Otelde bıraktığım eşyalarımı alarak tam yüklü olarak devam edeceğim. Dün kirlenenleri dünden yıkayıp asmayı da ihmal etmedim tabii. Nemli ortama rağmen tam olmasa da yeterince kurumuşlar. Bu bölgede mümkün olduğunca temiz ve kuru kalmak çok önemli.
Çamlıhemşin'e doğru rüzgara karşı basarak hızlı bir iniş.
korkunç vinçler
dereyle yamaçların arasına sıkışmış Çamlıhemşin. Binalar tek sıra; bir tarafları yola bir tarafları dereye bakıyor.
hemen önümüzde derelerin birleştiği nokta ve köprü.
bölgenin ünlü konaklarına bir örnek.
binaların detaylarına şaşmamak mümkün değil. Konakların hikayelerini Atlas dergisi yazmıştı zamanında, ilgi duyuyorsanız mutlaka bulup okuyun.
dört şerit teleferik. şerit değiştirmek biraz zor tabii.
vadi tabanından bile konakların orijinalliği görünüyor.
köprünün adını unuttum ama muhteşem bir duruşu var. üzerinden karşıya geçip inceledim epey.
yine ünlü ve güzel bir köprü ama adını unuttum. zaten ufak bir aramayla hakkında sayfalarca bilgiye ve başında çekilmiş binlerce fotoğrafa ulaşmak mümkün.
oldukça büyük bir köprü, yapılması oldukça zor olmuş olmalı.
konaklar köprüler derken Pokut ve Sal yaylalarına ayrılan yolun başına geldik.
çevrede konaklar olmalı ama ağaçtan görüş alanım yolla sınırlı.
(link)
baştaki beton kısımda bitti artık gerçek yayla yolundayım.
inceden tiselemeye başladı, hava da serinledi.
yoldaki tek düz yer. durup çantanın yağmurluğunu taktım.
artık bulutlardayım. yol ıssız, tam bir sessizlik.
orman ara ara yoğunlaşıyor, tise de ince bir yağmura dönüyor.

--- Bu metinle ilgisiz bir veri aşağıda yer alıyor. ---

"""Run the single-clip analyser over many clips: local processes or a dask cluster.

The runner is built around a callable ``analyze(clip_path, out_dir, settings)``
(by default :func:`feltlab.pipeline.analyze_clip`) that writes one clip's
result files into ``out_dir`` and raises :class:`~feltlab.errors.FeltlabError`
for a clip it cannot analyse. For every clip the runner

1. hashes the content (SHA-256; remembered by size and modification time in
   ``OUT/.batch-hashes.json``) and skips it when a finished result with the same
   content and settings exists (:mod:`feltlab.batch.resume`);
2. analyses each distinct content once; a second file with the same content
   (a copy) gets a copy of the finished result, its manifest naming the source;
3. isolates failures: a clip that raises, or whose worker process dies twice,
   is listed in ``failures.csv`` (path, stage, reason) and the batch goes on.

Locally clips run in a ``concurrent.futures.ProcessPoolExecutor``; with
``scheduler`` (``tcp://HOST:PORT`` or a ``distributed.Client``) they run on an
existing dask.distributed cluster, whose workers must see the clip folder and
the output folder at the same paths.
"""
from __future__ import annotations

import csv
import io
import multiprocessing
import os
import shutil
import time
import traceback
import uuid
from collections import deque
from concurrent.futures import FIRST_COMPLETED, ProcessPoolExecutor, wait
from concurrent.futures.process import BrokenProcessPool
from dataclasses import dataclass, field
from pathlib import Path
from typing import Any, Callable

from feltlab.batch import resume
from feltlab.batch import settings as batch_settings
from feltlab.batch.discover import Clip, discover_clips, file_sha256
from feltlab.batch.settings import WORKER_DEATH_RETRIES
from feltlab.errors import FeltlabError

Analyzer = Callable[[Path, Path, Any], Any]
Log = Callable[[str], None]


@dataclass(frozen=True)
class ClipTask:
    """Everything a worker needs to analyse one clip (picklable)."""

    clip_path: str
    clip_rel: str
    result_rel: str
    clip_sha256: str
    out_dir: str
    settings: Any
    settings_hash: str


@dataclass
class ClipOutcome:
    """What happened to one clip in this run.

    status: "analysed", "skipped" (finished result already there), "copied"
    (same content as another clip, result copied) or "failed".
    result_dir: the finished result folder (None when failed); stage/reason: where and
    why it failed (one line); seconds: wall time spent on it in this run;
    warning: a note such as "result written beside an older one".
    """

    clip_rel: str
    result_rel: str
    clip_sha256: str
    status: str
    result_dir: str | None = None
    stage: str = ""
    reason: str = ""
    seconds: float = 0.0
    warning: str = ""
    source_clip: str = ""


@dataclass
class BatchReport:
    """The outcome of a batch run: one ClipOutcome per clip found, plus file paths."""

    out_dir: Path
    outcomes: list[ClipOutcome]
    failures_csv: Path
    settings_hash: str
    warnings: list[str] = field(default_factory=list)
    series: Any = None  # feltlab.batch.series_report.SeriesOutputs when computed

    @property
    def failed(self) -> list[ClipOutcome]:
        return [o for o in self.outcomes if o.status == "failed"]

    def count(self, status: str) -> int:
        return sum(o.status == status for o in self.outcomes)


def one_line(text: str, limit: int = 300) -> str:
    """Collapse a message to one line of at most ``limit`` characters."""
    s = " ".join(str(text).split())
    return s if len(s) <= limit else s[: limit - 3] + "..."


def default_analyzer() -> Analyzer:
    """The real single-clip analyser, :func:`feltlab.pipeline.analyze_clip`."""
    try:
        from feltlab.pipeline import analyze_clip
    except ImportError as exc:  # pragma: no cover - only while the pipeline is missing
        raise FeltlabError(f"the single-clip analyser is not available ({exc}); reinstall feltlab", stage="batch")
    return analyze_clip


def run_one(task: ClipTask, analyze: Analyzer) -> ClipOutcome:
    """Analyse one clip into a staging folder and publish it; never raises for a bad clip.

    Runs in a worker (process or dask). FeltlabError -> failed with its stage;
    any other exception -> failed with stage "internal" (a bug: type and message).
    """
    t0 = time.perf_counter()
    out_dir = Path(task.out_dir)
    base = dict(clip_rel=task.clip_rel, result_rel=task.result_rel, clip_sha256=task.clip_sha256)
    done = resume.find_finished(out_dir, task.result_rel, task.clip_sha256, task.settings_hash)
    if done is not None:  # finished by an earlier attempt whose report was lost
        return ClipOutcome(**base, status="skipped", result_dir=str(done))
    staging = resume.new_staging_dir(out_dir)
    try:
        staged = staging / "result"
        try:
            analyze(Path(task.clip_path), staged, task.settings)
        except FeltlabError as exc:
            return ClipOutcome(**base, status="failed", stage=getattr(exc, "stage", "input") or "input",
                               reason=one_line(str(exc)), seconds=time.perf_counter() - t0)
        except Exception as exc:  # noqa: BLE001 - isolate one clip's bug from the batch
            where = traceback.extract_tb(exc.__traceback__)[-1]
            return ClipOutcome(**base, status="failed", stage="internal",
                               reason=one_line(f"{type(exc).__name__}: {exc} (at {Path(where.filename).name}:"
                                               f"{where.lineno}; please report this)"),
                               seconds=time.perf_counter() - t0)
        if not staged.is_dir() or not any(staged.iterdir()):
            return ClipOutcome(**base, status="failed", stage="internal",
                               reason="the analyser returned without writing any result files",
                               seconds=time.perf_counter() - t0)
        done = resume.find_finished(out_dir, task.result_rel, task.clip_sha256, task.settings_hash)
        if done is not None:  # another process (e.g. an orphaned worker of a killed run) finished it meanwhile
            return ClipOutcome(**base, status="skipped", result_dir=str(done), seconds=time.perf_counter() - t0)
        dest, warning = resume.choose_destination(out_dir, task.result_rel, task.clip_sha256, task.settings_hash)
        manifest = resume.make_manifest(task.clip_rel, task.clip_sha256, task.settings, task.settings_hash,
                                        origin="analysed")
        final = resume.publish(staged, dest, manifest)
        return ClipOutcome(**base, status="analysed", result_dir=str(final), seconds=time.perf_counter() - t0,
                           warning=warning or "")
    finally:
        shutil.rmtree(staging, ignore_errors=True)


# ---------------------------------------------------------------------------
# executors
# ---------------------------------------------------------------------------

şu virajların güzelliğine bakın.
kıvrılıp sarılmış dağa yol.
yokuş bitti, sal yaylasına çıkmış olmalıyım.
pokut yakında olmalı.
normal bir araç için çok zor bir yol.
ve kalacağım pokut doğa konuk evine ulaştım. Tesis çok güzel, sahipleri son derece canayakın insanlar. yemekler ve yatak da süper. Benim gibi ıslak ve çamur da gitseniz kısa sürede ısınıp, karnınızı doyuruyorsunuz; sohbetle de kendinize geliyorsunuz. Bölgeye yolunuz düşerse mutlaka uğrayın, yolu da düşünmeyin araçla alınma seçeneğiniz var. Giderseniz tesis sahibi Haluk bey'e ve eşine selamımı da söylersiniz.
(link)
bıçak sırtına dizili Pokut evleri. böyle ayrı bir güzel bence.
Odamın penceresinden Pokut yamaçları.
Yarın havanın açmasını temenni ederek akşamın tadını çıkarıyorum. Sıcak sohbet, sıcak çay, güzel yemekler. Yarına hazırım.
(link)
Sabah erkenden büyük gün için hortladım, havaya baktım ve aynı dünkü gibi olduğunu gördüm. Yani öğleye kadar bulut ve çökmeden havadan havadan giden duman, öğleden sonra yağmur ve çöken duman. Bugünkü planım yukarı Kavrun'a çıkıp geri Ayder üzerinden Çamlıhemşine inerek yiyecek içecek aldıktan sonra güzel bir çıkış olduğunu duyduğum Pokut yolunu çıkmak. Pokut'un dillere destan manzarasını görme yaşım geldi de geçiyor, elimi çabuk tutmam lazım.
önce dünü bir hatırlıyoruz.
Her damlasına değer; Kaçkarlar'da ter, gözyaşı ve yağmur 1/6: Ardesen-Avusor-Ayder
rota
Dünkü 2400m'lik toplam tırmanmaya karşılık bugün 2750m tırmanılacak.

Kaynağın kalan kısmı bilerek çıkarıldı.